→ Problem requirements
Within the data that follows, set down exactly the lines from the one containing "package org.wintersill.climatology.statistic;" through the one containing "for (int cell", both ends included.

→ Input material
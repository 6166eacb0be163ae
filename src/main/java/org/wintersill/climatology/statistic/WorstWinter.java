package org.wintersill.climatology.statistic;

import org.wintersill.climatology.ClimatologyStatistic;
import org.wintersill.climatology.WinterRecord;
import org.wintersill.layer.LayerDefinition;
import org.wintersill.layer.LayerStyles;
import org.wintersill.layer.SampleType;

/** Year in which the winter of the lowest margin ended; the earliest of equals. */
public final class WorstWinter implements ClimatologyStatistic {
    private final int firstYear;
    private final int lastYear;

    /** @param firstYear year of the first winter of the run, for the colours; {@code lastYear} likewise */
    public WorstWinter(int firstYear, int lastYear) {
        this.firstYear = firstYear;
        this.lastYear = lastYear;
    }

    @Override
    public LayerDefinition layer() {
        return new LayerDefinition("worst-winter", "Worst winter",
                "Year in which the winter with the lowest margin ended; the earliest of equals",
                "year", SampleType.INT16, "", LayerStyles.year(firstYear, lastYear));
    }

    @Override
    public void summarise(WinterRecord record, float[] out, int from, int to) {
        for (int cell = from; cell < to; cell++) {
            int worst = MarginWorst.worstWinter(record, cell);
            out[cell] = worst < 0 ? Float.NaN : record.years()[worst];
        }
    }
}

→ Solution
package org.wintersill.climatology.statistic;

import org.wintersill.climatology.ClimatologyStatistic;
import org.wintersill.climatology.WinterRecord;
import org.wintersill.layer.LayerDefinition;
import org.wintersill.layer.LayerStyles;
import org.wintersill.layer.SampleType;

/** Year in which the winter of the lowest margin ended; the earliest of equals. */
public final class WorstWinter implements ClimatologyStatistic {
    private final int firstYear;
    private final int lastYear;

    /** @param firstYear year of the first winter of the run, for the colours; {@code lastYear} likewise */
    public WorstWinter(int firstYear, int lastYear) {
        this.firstYear = firstYear;
        this.lastYear = lastYear;
    }

    @Override
    public LayerDefinition layer() {
        return new LayerDefinition("worst-winter", "Worst winter",
                "Year in which the winter with the lowest margin ended; the earliest of equals",
                "year", SampleType.INT16, "", LayerStyles.year(firstYear, lastYear));
    }

    @Override
    public void summarise(WinterRecord record, float[] out, int from, int to) {
        for (int cell = from; cell < to; cell++) {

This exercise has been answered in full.